** Opening Records for this task block **

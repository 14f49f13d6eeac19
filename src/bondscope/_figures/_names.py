"""Names shown in figures and pages are text: never markup, never invisible.

File and dataset names come from other people's files.  A right-to-left
override (U+202E) would make ``evil\u202eh5.exe`` read as another name, a
terminal escape could restyle a console, and matplotlib would parse
``$x^{2}$.h5`` as mathematics (or fail on ``$\\foo$.h5``).  Every name a figure
or the report shows goes through :func:`visible` (and, in figures,
:func:`figure_text`).
"""

from pathlib import Path

from .._text import visible

__all__ = ["visible", "figure_text", "shortened"]

def figure_text(name):
    """A name as matplotlib text: :func:`visible`, with ``$`` shown as a dollar sign.

    Matplotlib reads text with an even number of unescaped ``$`` as mathtext;
    an escaped ``\\$`` is drawn as ``$`` and never starts mathematics.

    Examples
    --------
    >>> figure_text("$x^{2}$ normal.h5")
    '\\\\$x^{2}\\\\$ normal.h5'
    """
    return visible(name).replace("$", r"\$")


def shortened(message, names):
    """``message`` with each path of ``names`` (as given or resolved) replaced by its
    short form ``names[path]``; longest paths first, so a folder never cuts a file's path.

    Examples
    --------
    >>> shortened("/scan/J1/ck.h5: norm 1.1", {"/scan/J1/ck.h5": "J1/ck.h5"})
    'J1/ck.h5: norm 1.1'
    """
    forms = {}
    for path, short in names.items():
        forms[str(path)] = short
        try:
            forms.setdefault(str(Path(str(path)).resolve()), short)
        except (OSError, RuntimeError, ValueError):
            pass
    for form in sorted(forms, key=len, reverse=True):
        if form and form != forms[form]:
            message = message.replace(form, forms[form])
    return message
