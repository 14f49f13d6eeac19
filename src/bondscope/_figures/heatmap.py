"""Heatmap figure: S(l, t) over a time series of checkpoints."""

import numpy as np

from .._text import entropy_unit, natural_key
from .._docs import filled
from .._options import ProfileOptions
from ._gather import collect, same_base
from ._style import COLOUR_MAP, cut_label, new_figure, style, titled

__all__ = ["heatmap_figure"]


def _edges(centres):
    c = np.asarray(centres, dtype=float)
    if c.size == 1:
        return np.array([c[0] - 0.5, c[0] + 0.5])
    mid = (c[1:] + c[:-1]) / 2
    return np.concatenate([[2 * c[0] - mid[0]], mid, [2 * c[-1] - mid[-1]]])


@filled
def heatmap_figure(sources, *, title=None, options=None, **profiling):
    """S(l, t) over a time series of checkpoints as a colour map.

    Rows are ordered by each source's ``time`` (a top-level profile field, a
    summary column or a checkpoint attribute); when some source has no time
    the rows are the sources in natural name order, labelled by name, and
    the figure is titled "per checkpoint" rather than "in time".

    Parameters
    ----------
    sources : list of sources
        All of the same chain length.
    title : str, optional
    %(profiling)s

    %(figure_returns)s

    Raises
    ------
    ValueError
        Sources of different chain lengths, or repeated times.
    """
    entries = collect(sources, options=ProfileOptions.from_kwargs(options, **profiling))
    sites = {e.profile.sites for e in entries}
    if len(sites) > 1:
        raise ValueError(f"a heatmap needs chains of one length; found {sorted(sites)} sites "
                         f"across {len(entries)} sources")
    timed = all("time" in e.meta for e in entries)
    if timed:
        entries.sort(key=lambda e: float(e.meta["time"]))
        times = np.array([float(e.meta["time"]) for e in entries])
        if np.any(np.diff(times) == 0):
            raise ValueError(f"repeated times in the series: {times.tolist()}")
    else:
        entries.sort(key=lambda e: natural_key(e.label))
        times = np.arange(len(entries), dtype=float)
    scales, base = same_base(entries)
    grid = np.array([e.profile.entropies * k for e, k in zip(entries, scales)])
    with style():
        fig = new_figure(6.4, 4.4)
        ax = fig.subplots()
        ax.grid(False)
        mesh = ax.pcolormesh(_edges(entries[0].profile.positions), _edges(times), grid,
                             cmap=COLOUR_MAP, shading="flat", vmin=0.0)
        bar = fig.colorbar(mesh, ax=ax, pad=0.02)
        bar.set_label(f"{'S(l, t)' if timed else 'S(l)'} [{entropy_unit(base)}]")
        cut_label(ax)
        unit = entries[0].meta.get("time_unit")
        if timed:
            ax.set_ylabel(f"time t [{unit}]" if unit else "time t")
        else:
            ax.set_ylabel("checkpoint (name order)")
            ax.set_yticks(times, [e.text for e in entries], fontsize=7.5)
        in_time = timed and len(entries) > 1
        return titled(fig, ax, title, "Entanglement entropy in time" if in_time
                      else "Entanglement entropy per checkpoint")


# the figure this kind draws (bondscope._figures._kinds)
DRAW = heatmap_figure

** Closing Records for this task block **

Task directions ->
Please show the lines of the material that contain the string "each".

Response area ->
    """``message`` with each path of ``names`` (as given or resolved) replaced by its
    Rows are ordered by each source's ``time`` (a top-level profile field, a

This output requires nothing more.